Two new Marie Skłodowska-Curie Fellowships at the MPSD

Two postdoctoral researchers at the Max Planck Institute for the Structure and Dynamics of Matter (MPSD) have been awarded Marie Skłodowska-Curie Actions (MSCA) Postdoctoral Fellowships. Dasom Kim, in the Quantum Condensed Matter Dynamics group led by Andrea Cavalleri, and Na Wu, in the Theory Department led by Angel Rubio, will use the fellowships to explore how engineered electromagnetic cavities can be used to control quantum materials — one from the experimental side, the other from theory. Together, their projects illustrate the breadth of MPSD’s work on light–matter interactions and the coherent control of condensed matter.

Both fellowships address a central question of contemporary quantum materials research: can the electromagnetic environment itself be used as a knob to reshape the properties of solids? Rather than merely probing matter with light, the researchers aim to place materials inside tailored cavities in which photons, lattice vibrations and spins couple so strongly that new collective behaviour emerges. By combining Dasom Kim’s terahertz cavity experiments with Na Wu’s cavity quantum electrodynamics framework, MPSD is extending a shared research line from first-principles theory to laboratory demonstration.

Dasom Kim — Cavity magnetism in two-dimensional antiferromagnets

Dasom Kim is an experimental physicist working on ultrastrong light–matter interactions in quantum materials. Originally from South Korea, he received his B.S. and M.S. in Physics from Seoul National University, working with the late Dai-Sik Kim, and completed his PhD in Applied Physics at Rice University in 2025 under Junichiro Kono. Since then, he has been a postdoctoral researcher in the Cavalleri group at MPSD. His previous work has shown how confined electromagnetic fields inside terahertz cavities can drive electronic systems into regimes where light and matter become inseparable and new collective states appear.
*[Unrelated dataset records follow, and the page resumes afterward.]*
/* alloc.h - the one allocation wrapper: overflow-checked sizes.
 * SPDX-License-Identifier: MIT */
#ifndef SURETY_ALLOC_H
#define SURETY_ALLOC_H

#include <stddef.h>

/* n * size bytes, or NULL when the product overflows or memory is short. */
void *surety_xmalloc(size_t n, size_t size);
/* Same, zero-filled. */
void *surety_xcalloc(size_t n, size_t size);
/* Resize to n * size bytes; on failure returns NULL and leaves p valid. */
void *surety_xrealloc(void *p, size_t n, size_t size);
void surety_xfree(void *p);
/* strdup through the wrapper; NULL in, NULL out. */
char *surety_xstrdup(const char *s);
/* 1 when n * size overflows size_t. */
int surety_mul_overflows(size_t n, size_t size);
/* Bytes of physical memory, or 0 when unknown. */
size_t surety_physical_memory(void);

/* Growable array of fixed-size elements. */
typedef struct surety_vec {
    void *data;
    size_t len;  /* elements in use */
    size_t cap;  /* elements allocated */
    size_t elem; /* bytes per element */
} surety_vec;

void surety_vec_init(surety_vec *v, size_t elem);
/* Appends one element copied from `item`; returns 0, or -1 when out of
 * memory (v unchanged). */
int surety_vec_push(surety_vec *v, const void *item);
/* Makes room for at least `n` elements; 0 or -1. */
int surety_vec_reserve(surety_vec *v, size_t n);
void surety_vec_free(surety_vec *v);

#endif
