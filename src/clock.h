/* clock.h - the monotonic wall clock behind every "seconds" in reports.
 * SPDX-License-Identifier: MIT */
#ifndef SURETY_CLOCK_H
#define SURETY_CLOCK_H

#include <time.h>

/* Seconds on CLOCK_MONOTONIC: only differences mean anything. */
static inline double surety_clock_seconds(void)
{
    struct timespec ts;
    clock_gettime(CLOCK_MONOTONIC, &ts);
    return (double)ts.tv_sec + 1e-9 * (double)ts.tv_nsec;
}

#endif
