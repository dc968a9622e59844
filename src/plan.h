/* plan.h - a plan: the resource of every job, or -1 (rejected).
 * SPDX-License-Identifier: MIT */
#ifndef SURETY_PLAN_H
#define SURETY_PLAN_H

#include <stddef.h>

#include "surety.h"

struct surety_plan {
    size_t n;
    long *resource; /* n entries, -1 or 0..m-1 */
};

/* The one capacity test of the project: resource i holds in a scenario iff
 * hours_factor_i * (sum of the base hours of its jobs, added in ascending
 * job order) <= capacity_i. Written as a product on the left, never as
 * sum <= capacity_i / factor_i, which rounds differently; every counter
 * (plan.c, check.c, the solver's recount, the MPS rows) uses this form. */
static inline int surety_plan_holds(double factor, double sum, double capacity)
{
    return factor * sum <= capacity;
}

#endif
In his MSCA project, Kim will extend this approach to magnetism. He is developing a new class of terahertz cavities designed to enhance the magnetic component of the light field, enabling ultrastrong coupling to spin excitations in two-dimensional antiferromagnets. Combined with ultrafast terahertz pulses, the method is expected to allow direct, low-dissipation control of spin dynamics on their natural timescales. “I chose MPSD for its advanced terahertz facilities, state-of-the-art laser systems and strong expertise in the ultrafast control of quantum materials — all essential for realising this project,” he says. Beyond the science, he notes that Hamburg’s international environment and its green, family-friendly character also made the move an easy decision.

Na Wu — A Predictive Theory of Driven Cavity Phononics

Na Wu joined MPSD in November 2024, shortly after completing her PhD at the Institute of Physics, Chinese Academy of Sciences. Within the Theory Department led by Angel Rubio, she is expanding her expertise across ultrafast spectroscopy, many-body theory, and cavity quantum electrodynamics. During her doctoral research, she developed theoretical models and first-principles calculation tools to elucidate the role of phonons in ultrafast magnetization dynamics and nonlinear phononics, work that now provides the conceptual foundation for her current project.

Her MSCA fellowship, “Driven Cavity-Controlled Phonons for Quantum Materials Manipulation”, aims to establish a predictive theoretical framework for controlling lattice vibrations in quantum materials using driven optical and terahertz cavities. In contrast to conventional high-intensity free-space excitation, which often induces undesired heating effects and shortens phonon lifetimes, driven cavities enable precise engineering of the electromagnetic environment. This allows for the selective amplification of targeted phonon modes and facilitates angular-momentum transfer among photons, lattice vibrations, electrons, and spins. Building on the Theory Department’s recently developed energy-resolved input–output formalism, Wu will extend this framework to a momentum-resolved formulation capable of producing spectroscopic fingerprints directly comparable with experimental observations. “It is a great honour to receive this fellowship,” she says. “I look forward to advancing theoretical frameworks that bridge fundamental physics and experimentally accessible observables, as well as to the collaborations and discoveries this journey will bring.”